The video clip below illustrates his struggle with touching READ one time to get to BOOK. He touches READ twice to say READ. He then touches READ a third time and moves his hand to the top left to tap BOOK, but unfortunately he had already touched READ a fourth time. The talker says READ again returns to the home screen. Nathaniel then successfully touches READ once and moves his hand and touches BOOK.
This video also shows Nathaniel's unique combination of talker use and sign language. He is combining the two daily.
I continue to record his words using the MacArthur-Bates Inventory. In the last three months he has increased his receptive inventory by 32% and his expressive use by 95%. Yes! He doubled the number of words he says in three months! He says forty-one words through sign or his talker. In order to be counted as a word he says on the talker, I have to see Nathaniel demonstrate using the word appropriately in context numerous times without adult modeling.
Nathaniel recently started putting two words together. READ BOOK is his most common two word phrase, but MORE SWING and MORE GEORGE and MORE DADDY are also heard. If I count combining sign and talker, he has put three words together.
In addition to the talker, I am trying to saturate Nathaniel's world with language input. I talk nonstop to Nathaniel. We all do. We talk about what we are doing, where we are going, how we feel, think, and move. We relate language to pictures and icons. Things in our house have labels now. Even the trash can. We read fifteen to twenty books a day. He is falling in love with the sounds of words.
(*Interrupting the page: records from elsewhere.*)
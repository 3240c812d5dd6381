package tests

import (
	"context"
	"errors"
	"fmt"
	"io"
	"math"
	"net"
	"os"
	"os/exec"
	"os/signal"
	"os/user"
	"path/filepath"
	"regexp"
	"slices"
	"strconv"
	"strings"
	"sync"
	"syscall"
	"testing"
	"time"

	"github.com/jackc/pgx/v5"
)

// The PostgreSQL harness: four throw-away PostgreSQL servers on 127.0.0.1,
// started once per test binary on first use and stopped by TestMain.
//
//   - Single: one plain server holding whole tables.
//   - Coord: a coordinator whose tables are hash-partitioned (MODULUS 2) on a
//     named column, each partition a postgres_fdw foreign table.
//   - Shards[0], Shards[1]: the servers holding those partitions as plain
//     tables named <table>_shard0 and <table>_shard1.
//
// Every server trusts local connections; the role priceiv still has the
// password pgPassword so that tests can check it is never echoed.

const (
	pgUser     = "priceiv"
	pgPassword = "coldbrew"
	pgDatabase = "priceiv"
	// pgSkipEnv, set to 1, turns the failure for a missing PostgreSQL
	// installation into a skip.
	pgSkipEnv = "PRICEIV_SKIP_DB"
	// pgDirPrefix starts the name of the temporary directory holding the
	// data directories; the clean-up process refuses any other directory.
	pgDirPrefix = "priceiv-pg-"
)

// errNoPostgres reports that no PostgreSQL server binaries were found.
var errNoPostgres = errors.New("PostgreSQL server binaries not found (looked at pg_config --bindir and /usr/lib/postgresql/*/bin); install Debian's postgresql package: apt-get install -y postgresql")

// pgServer is one running PostgreSQL server of the harness.
type pgServer struct {
	Name string // single, coord, shard0 or shard1
	Dir  string // data directory
	Port int    // TCP port on 127.0.0.1
	URL  string // connection URL of database priceiv, password included
	log  string // server log file
}

// pgCluster is the set of servers of the harness.
type pgCluster struct {
	Single, Coord *pgServer
	Shards        [2]*pgServer

	root   string   // temporary directory holding data directories and logs
	bin    string   // PostgreSQL bin directory
	prefix []string // command prefix running a program as user postgres (empty when not root)

	reaper   *exec.Cmd      // clean-up process that outlives a crashed test binary
	reaperIn io.WriteCloser // closing it (or dying) lets the reaper clean up

	stopOnce sync.Once
	stopErr  error
}

// pgShared is the lazily started cluster shared by the tests of the package.
var pgShared struct {
	once sync.Once
	mu   sync.Mutex
	c    *pgCluster
	err  error
}

// TestMain runs the tests and then stops the shared PostgreSQL servers, if
// they were started, and removes their directories. An interrupt or a
// termination signal does the same before exiting. If the test binary dies
// in any other way (a panicking test, the -timeout panic, SIGKILL), the
// clean-up process started with the servers stops them when it sees its
// standard input close.
func TestMain(m *testing.M) {
	sig := make(chan os.Signal, 1)
	signal.Notify(sig, os.Interrupt, syscall.SIGTERM)
	go func() {
		s, ok := <-sig
		if !ok {
			return
		}
		if err := stopSharedPG(); err != nil {
			fmt.Fprintf(os.Stderr, "postgres harness: %v\n", err)
		}
		fmt.Fprintf(os.Stderr, "postgres harness: stopped servers on %v\n", s)
		os.Exit(1)
	}()
	code := m.Run()
	signal.Stop(sig)
	if program.path != "" {
		os.RemoveAll(filepath.Dir(program.path)) // the binary of the command-line tests
	}
	if err := stopSharedPG(); err != nil {
		fmt.Fprintf(os.Stderr, "postgres harness: %v\n", err)
		if code == 0 {
			code = 1
		}
	}
	os.Exit(code)
}

// stopSharedPG stops the shared cluster if it was started.
func stopSharedPG() error {
	pgShared.mu.Lock()
	c := pgShared.c
	pgShared.mu.Unlock()
	if c == nil {
		return nil
	}
	return c.stop()
}

// startPG returns the shared cluster, starting it on first use. It fails the
// test when the servers cannot be started, and when PostgreSQL is not
// installed unless PRICEIV_SKIP_DB=1, in which case it skips the test.
func startPG(t testing.TB) *pgCluster {
	t.Helper()
	pgShared.once.Do(func() {
		start := time.Now()
		c, err := launchPG()
		pgShared.mu.Lock()
		pgShared.c, pgShared.err = c, err
		pgShared.mu.Unlock()
		if err == nil {
			t.Logf("postgres harness: 4 servers up in %v", time.Since(start).Round(time.Millisecond))
		}
	})
	if pgShared.err != nil {
		if errors.Is(pgShared.err, errNoPostgres) && os.Getenv(pgSkipEnv) == "1" {
			t.Skipf("%s=1: %v", pgSkipEnv, pgShared.err)
		}
		t.Fatalf("postgres harness: %v", pgShared.err)
	}
	return pgShared.c
}

// pgBinDir finds the directory of initdb, pg_ctl and postgres.
func pgBinDir() (string, error) {
	has := func(dir string) bool {
		for _, p := range []string{"initdb", "pg_ctl", "postgres"} {
			if _, err := os.Stat(filepath.Join(dir, p)); err != nil {
				return false
			}
		}
		return true
	}
	if pgc, err := exec.LookPath("pg_config"); err == nil {
		if out, err := exec.Command(pgc, "--bindir").Output(); err == nil {
			if dir := strings.TrimSpace(string(out)); has(dir) {
				return dir, nil
			}
		}
	}
	matches, _ := filepath.Glob("/usr/lib/postgresql/*/bin")
	best, bestVer := "", -1
	for _, dir := range matches {
		ver, err := strconv.Atoi(filepath.Base(filepath.Dir(dir)))
		if err == nil && ver > bestVer && has(dir) {
			best, bestVer = dir, ver
		}
	}
	if best == "" {
		return "", errNoPostgres
	}
	return best, nil
}

// launchPG creates, starts and prepares the four servers.
func launchPG() (_ *pgCluster, err error) {
	bin, err := pgBinDir()
	if err != nil {
		return nil, err
	}
	c := &pgCluster{bin: bin}
	uid, gid := -1, -1
	if os.Geteuid() == 0 {
		u, err := user.Lookup("postgres")
		if err != nil {
			return nil, fmt.Errorf("running as root needs the postgres system user (created by Debian's postgresql package): %w", err)
		}
		uid, _ = strconv.Atoi(u.Uid)
		gid, _ = strconv.Atoi(u.Gid)
		if p, err := exec.LookPath("runuser"); err == nil {
			c.prefix = []string{p, "-u", "postgres", "--"}
		} else if p, err := exec.LookPath("setpriv"); err == nil {
			c.prefix = []string{p, "--reuid=postgres", "--regid=postgres", "--init-groups"}
		} else {
			return nil, errors.New("running as root needs runuser or setpriv to start PostgreSQL as user postgres")
		}
	}
	c.root, err = os.MkdirTemp(os.TempDir(), pgDirPrefix+"*")
	if err != nil {
		return nil, fmt.Errorf("creating temporary directory: %w", err)
	}
	if err := c.startReaper(); err != nil {
		os.RemoveAll(c.root)
		return nil, err
	}
	defer func() {
		if err != nil {
			if serr := c.stop(); serr != nil {
				err = fmt.Errorf("%w (and while cleaning up: %v)", err, serr)
			}
		}
	}()
	if uid >= 0 {
		if err := os.Chown(c.root, uid, gid); err != nil {
			return nil, fmt.Errorf("handing %s to user postgres: %w", c.root, err)
		}
	}

	ports, err := freePorts(4)
	if err != nil {
		return nil, err
	}
	names := []string{"single", "coord", "shard0", "shard1"}
	servers := make([]*pgServer, len(names))
	for i, name := range names {
		servers[i] = &pgServer{
			Name: name,
			Dir:  filepath.Join(c.root, name),
			Port: ports[i],
			URL:  pgURL(ports[i], pgDatabase),
			log:  filepath.Join(c.root, name+".log"),
		}
	}
	c.Single, c.Coord, c.Shards = servers[0], servers[1], [2]*pgServer{servers[2], servers[3]}

	// One initdb, copied to the other three data directories: four initdb
	// runs would take about four times as long.
	pwfile := filepath.Join(c.root, "pwfile")
	if err := os.WriteFile(pwfile, []byte(pgPassword+"\n"), 0o600); err != nil {
		return nil, fmt.Errorf("writing password file: %w", err)
	}
	if uid >= 0 {
		if err := os.Chown(pwfile, uid, gid); err != nil {
			return nil, fmt.Errorf("handing password file to user postgres: %w", err)
		}
	}
	if err := c.run(filepath.Join(bin, "initdb"), "-D", servers[0].Dir, "-A", "trust", "-U", pgUser,
		"--pwfile="+pwfile, "--no-sync", "-E", "UTF8", "--locale=C"); err != nil {
		return nil, err
	}
	os.Remove(pwfile)
	for _, s := range servers[1:] {
		if err := c.run("cp", "-a", servers[0].Dir, s.Dir); err != nil {
			return nil, err
		}
	}
	for _, s := range servers {
		if err := s.configure(); err != nil {
			return nil, err
		}
	}

	errs := make([]error, len(servers))
	var wg sync.WaitGroup
	for i, s := range servers {
		wg.Go(func() {
			if err := c.run(filepath.Join(bin, "pg_ctl"), "start", "-w", "-t", "60", "-s", "-D", s.Dir, "-l", s.log); err != nil {
				errs[i] = fmt.Errorf("starting server %s: %w\n%s", s.Name, err, tailFile(s.log, 2000))
				return
			}
			errs[i] = createDatabase(s)
		})
	}
	wg.Wait()
	if err := errors.Join(errs...); err != nil {
		return nil, err
	}
	if err := c.setupCoordinator(); err != nil {
		return nil, err
	}
	return c, nil
}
He smiles and wiggles his body in dance when we read poetry that is sing-song and rhyming. He sits for longer stories and anticipates sections of his favorite stories with eagerness. He laughs at the funny parts. He shows me daily that he is getting this complicated thing called language.
One last, much more minor feature of our multi modal approach to augmented communication, is a traditional communication book with laminated cards. Where applicable, these cards match the icons or real pictures on Nathaniel's talker. We use these most often for showing Nathaniel a visual schedule. We use pictures of the therapists and nurses to help him understand who to expect in our home each day. The therapists use the pictures of toys and activities to allow Nathaniel some choice while maintaining adult direction in therapy. Following suggestions from the Children's team, I use real pictures as much as possible for Nathaniel. I take these directly with his iPad and then create the cards using an app called Custom Boards, which also uses the Smarty Symbols that Speak for Yourself utilizes.
I am not reinventing the wheel. I follow a very active Speak For Yourself user group on Facebook, read blogs written by other moms who are few years ahead of me, have one local friend who uses augmented communication with her son, and have the support of a fantastic weekly speech therapist who starts every conversation with "we." It is powerful to hear we. It means I am not alone in the journey of helping Nathaniel learn to talk. Today, we (our weekly speech therapist is coming with us to the appointment at Children's) hope to learn new ideas for helping Nathaniel use his voice.